RECURSION

def f(x):
    return x**2

f(4)

16

f(5)

25

f(-1)

1

f(1.2)

1.44

f("John")

---------------------------------------------------------------------------
TypeError                                 Traceback (most recent call last)
<ipython-input-9-4e27636d03a2> in <module>
----> 1 f("John")

<ipython-input-4-4261cf13ee74> in f(x)
      1 def f(x):
----> 2     return x**2

TypeError: unsupported operand type(s) for ** or pow(): 'str' and 'int'

# recursive solution to finding length
def length(xs):
    if xs == []:
        return 0
    else:
        return 1 + length(xs[1:])

length(['a','b',3])

3

#non-recursive length function
def length1(xs):
    result = 0
    for x in xs:
        result = result + 1
    return result

length1([1,2,3])

3

def factorial(n):
    if n < 0:
        return None
    elif n == 0:
        return 1
    else:
        return n*factorial(n-1)

print(factorial(20))

2432902008176640000

def sum_list_1(xs): # non-recursive
    result = 0
    for x in xs:
        result = result + x
    return result

sum_list_1([10,20,30])

60

def sum_list_2(xs): # recursive
    if xs == []:
        return 0
    else:
        return xs[0] + sum_list_2(xs[1:])

sum_list_2([10,20,30])

60

def max_list_1(xs):
    if xs == []:
        return None
    else:
        result = xs[0]
        for x in xs[1:]:
            if x > result:
                result = x
        return result

max_list_1([10,20,30])

30

def max_list_2(xs):
    if xs == []:
        return None
    elif len(xs) == 1:
        return xs[0]
    else:
        tail_max = max_list_2(xs[1:])
        if xs[0] > tail_max:
            return xs[0]
        else:
            return tail_max
        #max(xs[0], max_list_2(xs[1:]))

max_list_2([10,20,30])

30

max(10,20)

20

def fibonacci(n):
    # return the nth fibonacci number
    if n <= 0:
        return None
    elif n == 1:
        return 1
    elif n == 2:
        return 1
    else:
        return fibonacci(n-1) + fibonacci(n-2)
    # this solution has repeated calculations which can be avoided by being clever (-:

fibonacci(6)

8

for (x,y) in zip([1,2,3],['John','Alice','Bob','David']):
    print(x,y)

1 John
2 Alice
3 Bob

def zipp1(xs,ys):
    result = []
    if len(xs) < len(ys):
        for i in range(len(xs)):
            result.append((xs[i],ys[i]))
    else:
        for i in range(len(ys)):
            result.append((xs[i],ys[i]))
    return result  

zipp1([1,2,3,4,5],['John','Alice','Bob','David'])
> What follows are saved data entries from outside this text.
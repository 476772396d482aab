/**
 * True outlines of a profile's surfaces for plotting over its slices: the ridge's surface and
 * each coating's outer surface, as polylines in the coordinates of `crossSection` (x µm from 0,
 * z µm downward from the top of the structure).
 */
import type { HeightProfile, ProfileResult } from './types.ts';
import { fail, integerAtLeast, nonNegativeLength } from './validate.ts';

export interface Outline {
  /** 0 = the ridge's surface, then each coating's outer surface in order */
  readonly index: number;
  /** true when the points are the exact corners; false when they sample a curve */
  readonly exact: boolean;
  readonly points: Array<[number, number]>;
}

/**
 * Polylines of the profile's surfaces over `periods` periods.
 * @param profile a builder's result
 * @param periods number of periods (integer ≥ 1), default 2
 * @param topUm depth z (µm) of the profile's top in the whole stack (the thickness of the layers
 *   above it), default 0
 * @returns one polyline per surface (none for profiles without a single-valued surface)
 * @throws {StructureError} on periods < 1 or a negative topUm
 * @example
 * profileOutline(sawtooth({ periodUm: 1, blazeDeg: 30, ridgeMaterial: 'Al', grooveMaterial: 'air', slices: 10 }), 1)[0].points;
 * // → [[0, 0.433], [0.75, 0], [1, 0.433]]
 */
export function profileOutline(profile: ProfileResult, periods = 2, topUm = 0): Outline[] {
  if (!profile || !Array.isArray(profile.surfaces)) fail('profileOutline.profile', 'a profile result', profile);
  const n = integerAtLeast('profileOutline.periods', periods, 1);
  const top = nonNegativeLength('profileOutline.topUm', topUm);
  const L = profile.periodUm;
  const surfaces: ReadonlyArray<HeightProfile> = profile.surfaces;
  return surfaces.map((s, index) => {
    const v = s.vertices();
    const points: Array<[number, number]> = [];
    for (let p = 0; p < n; p++) {
      v.forEach(([x, h], k) => {
        if (p > 0 && k === 0) return; // shared with the previous period's last vertex
        points.push([p * L + x, top + profile.depthUm - h]);
      });
    }
    return { index, exact: s.exact, points };
  });
}
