/**
 * Multi-level binary profiles, in two forms:
 * - `levels`: binary levels listed top to bottom, each with its thickness and the intervals of
 *   the period its ridge occupies;
 * - `steps`: N equal steps approximating a blaze of depth d — on [k/N, (k+1)/N) of the period the
 *   height is k·d/N, k = 0…N−1, rising with x like the sawtooth (common practice for N-level
 *   kinoforms: the staircase samples the ramp d·x/Λ at the left end of each step). Its actual
 *   height is (N − 1)·d/N, made of N − 1 slices of d/N.
 */
import { polylineProfile } from './fromSurface.ts';
import { polylineSurface } from './polyline.ts';
import { segmentsFromRegions, type Interval } from './segments.ts';
import { layerOf } from './slicing.ts';
import type { HeightProfile, ProfileResult, ProfileShape } from './types.ts';
import { common, fail, finite, integerAtLeast, num, positiveLength, record } from './validate.ts';

interface MultiLevelCommon {
  /** grating period Λ (µm) */
  readonly periodUm: number;
  readonly ridgeMaterial: string;
  readonly grooveMaterial: string;
}

export type MultiLevelParams = MultiLevelCommon &
  (
    | {
        /** levels top (cover side) to bottom */
        readonly levels: ReadonlyArray<{
          readonly thicknessUm: number;
          /** ridge intervals [from, to) in fractions of the period, sorted, disjoint, within [0, 1] */
          readonly ridges: ReadonlyArray<{ readonly from: number; readonly to: number }>;
        }>;
      }
    | {
        /** number of levels N ≥ 2 */
        readonly steps: number;
        /** depth d of the blaze being approximated (µm) */
        readonly blazeDepthUm: number;
      }
  );

/**
 * Multi-level binary grating (levels given, or an N-step blaze approximation).
 * @param p period (µm), materials, and `levels` or `steps` + `blazeDepthUm`
 * @returns one slice per level, top first; when the ridges of the levels are nested (each level
 *   contains the one above it) the profile also has a single-valued surface and can be coated
 * @throws {StructureError} on non-positive thicknesses, ridge intervals outside [0, 1], unsorted
 *   or overlapping ridges, steps < 2 or not an integer, both or neither form
 * @example
 * multiLevel({ periodUm: 2, steps: 4, blazeDepthUm: 1, ridgeMaterial: 'SiO2', grooveMaterial: 'air' }).layers.length; // → 3
 */
export function multiLevel(p: MultiLevelParams): ProfileResult {
  const r = record('multiLevel', p);
  const c = common('multiLevel', { ...r, slices: 1 });
  const L = c.periodUm;
  if ((r.levels === undefined) === (r.steps === undefined)) {
    fail('multiLevel', 'either levels, or steps and blazeDepthUm', r.levels === undefined ? 'neither' : 'both');
  }
  if (r.steps !== undefined) {
    const n = integerAtLeast('multiLevel.steps', r.steps, 2);
    const d = positiveLength('multiLevel.blazeDepthUm', r.blazeDepthUm);
    const v: Array<[number, number]> = [[0, 0]];
    for (let k = 0; k < n; k++) {
      v.push([(k * L) / n, (k * d) / n]);
      v.push([((k + 1) * L) / n, (k * d) / n]);
    }
    v.push([L, 0]);
    return polylineProfile({ ...c, slices: n - 1 }, v, [
      `${n}-level staircase approximating a blaze of depth ${num(d)} µm: steps of ${num(d / n)} µm, total height ${num(((n - 1) * d) / n)} µm`,
    ]);
  }
  if (!Array.isArray(r.levels) || r.levels.length === 0) fail('multiLevel.levels', 'a non-empty list of levels', r.levels);
  const levels = (r.levels as ReadonlyArray<Record<string, unknown>>).map((lv, i) => {
    const f = `multiLevel.levels[${i}]`;
    const t = positiveLength(`${f}.thicknessUm`, lv?.thicknessUm);
    if (!Array.isArray(lv.ridges)) fail(`${f}.ridges`, 'a list of {from, to} intervals', lv.ridges);
    let at = 0;
    const ridges: Interval[] = (lv.ridges as ReadonlyArray<Record<string, unknown>>).map((iv, j) => {
      const a = finite(`${f}.ridges[${j}].from`, iv?.from);
      const b = finite(`${f}.ridges[${j}].to`, iv?.to);
      if (!(a >= at && a < 1)) fail(`${f}.ridges[${j}].from`, `a fraction in [${num(at)}, 1) (sorted, disjoint ridges within the period)`, a);
      if (!(b > a && b <= 1)) fail(`${f}.ridges[${j}].to`, `a fraction in (${num(a)}, 1]`, b);
      at = b;
      return [a, b];
    });
    return { t, ridges };
  });
  const layers = levels.map((lv) =>
    layerOf(lv.t, segmentsFromRegions([{ set: lv.ridges, material: c.ridgeMaterial }], c.grooveMaterial)),
  );
  const depth = levels.reduce((s, lv) => s + lv.t, 0);
  // bottom-up heights of level boundaries
  const bottoms: number[] = [];
  let h = depth;
  for (const lv of levels) {
    h -= lv.t;
    bottoms.push(Math.max(0, h));
  }
  const shape: ProfileShape = {
    periodUm: L,
    heightUm: depth,
    breaksUm: bottoms.filter((b) => b > 0),
    materialsAt(z) {
      const i = bottoms.findIndex((b) => z >= b);
      const lv = levels[i < 0 ? levels.length - 1 : i]!;
      return segmentsFromRegions([{ set: lv.ridges, material: c.ridgeMaterial }], c.grooveMaterial);
    },
  };
  const surface = nestedSurface(L, levels, bottoms);
  return {
    layers,
    slices: layers.length,
    depthUm: depth,
    notes: surface ? [] : ['the levels are not nested (a level reaches beyond the one below it): no single-valued surface, so no conformal coating'],
    periodUm: L,
    ridgeMaterial: c.ridgeMaterial,
    grooveMaterial: c.grooveMaterial,
    shape,
    surfaces: surface ? [surface] : [],
  };
}

/**
 * The surface h(x) when every level's ridge lies within the ridge of the level below (then the
 * ridge is a staircase without overhangs); undefined otherwise.
 */
function nestedSurface(
  L: number,
  levels: ReadonlyArray<{ t: number; ridges: Interval[] }>,
  bottoms: ReadonlyArray<number>,
): HeightProfile | undefined {
  const cuts = new Set<number>([0, 1]);
  for (const lv of levels) for (const [a, b] of lv.ridges) cuts.add(a).add(b);
  const xs = [...cuts].sort((a, b) => a - b);
  const v: Array<[number, number]> = [];
  for (let k = 0; k + 1 < xs.length; k++) {
    const m = 0.5 * (xs[k]! + xs[k + 1]!);
    // walk up from the bottom level: ridge must be contiguous from the base
    let top = 0;
    let open = true;
    for (let i = levels.length - 1; i >= 0; i--) {
      const inRidge = levels[i]!.ridges.some(([a, b]) => m > a && m < b);
      if (inRidge && !open) return undefined;
      if (inRidge) top = bottoms[i]! + levels[i]!.t;
      else open = false;
    }
    v.push([xs[k]! * L, top], [xs[k + 1]! * L, top]);
  }
  return polylineSurface(L, v);
}
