/**
 * Structure: wavelength-independent geometry of a grating (profiles, slicing, coatings, thin-film
 * stacks, cross-sections) with materials by name, and its conversion to the solver's layers.
 */
export * from './types.ts';
export { StructureError } from './errors.ts';
export { toSolverLayers } from './toSolverLayers.ts';
export { sliceShape, ADAPTIVE_HEIGHT_SHARE, type Slicing } from './slicing.ts';
export { lamellar, type LamellarParams } from './lamellar.ts';
export { volumeGrating, type VolumeGratingParams } from './volume.ts';
export { multiLevel, type MultiLevelParams } from './multilevel.ts';
export { trapezoid, type TrapezoidParams } from './trapezoid.ts';
export { sinusoid, type SinusoidParams } from './sinusoid.ts';
export { sawtooth, type SawtoothParams } from './sawtooth.ts';
export { symmetricTriangle, type TriangleParams } from './triangle.ts';
export { profileFromTable, type TableProfileParams } from './table.ts';
export { profileFromExpression, type ExpressionProfileParams, EXPRESSION_SAMPLES, CROSSING_TOLERANCE } from './expression.ts';
export { conformalCoating, type ConformalCoatingParams } from './coating.ts';
export { filledCoating, type FilledCoatingParams } from './filled.ts';
export { thinFilmStack, type FilmSpec, type ThinFilmStackParams } from './stack.ts';
export { compose, type ComposeParts, type LayerSource } from './compose.ts';
export { crossSection, type CrossSection, type CrossSectionPolygon } from './crossSection.ts';
export { profileOutline, type Outline } from './outline.ts';
export { polylineSurface } from './polyline.ts';
export { mathjs, provideMathjs, mathjsLoaded, type MathModule } from './mathjs-access.ts';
[(1, 'John'), (2, 'Alice'), (3, 'Bob'), (4, 'David')]

def zipp2(xs,ys):
    if xs == [] or ys == []:
        return []
    else:
        return [(xs[0],ys[0])] + zipp2(xs[1:],ys[1:])

zipp2([1,2,3,4,5],['John','Alice','Bob','David'])

[(1, 'John'), (2, 'Alice'), (3, 'Bob'), (4, 'David')]

zipp2([2,3,4,5],['Alice','Bob','David'])

[(2, 'Alice'), (3, 'Bob'), (4, 'David')]

Quicksort

def partition(pivot,xs):
    small = []
    large = []
    for x in xs:
        if x <= pivot:
            small.append(x)
        else:
            large.append(x)
    return (small,large)

partition(20,[5,9,20,2,3,8,9,16])

([5, 9, 20, 2, 3, 8, 9, 16], [])

def quicksort(xs):
    if xs == []:
        return []
    else:
        pivot = xs[0]
        (small,large) = partition(pivot,xs[1:])
        return quicksort(small) + [pivot] + quicksort(large)

quicksort([5,9,20,2,3,8,9,16])

[2, 3, 5, 8, 9, 9, 16, 20]

average time complexity = O(n logn)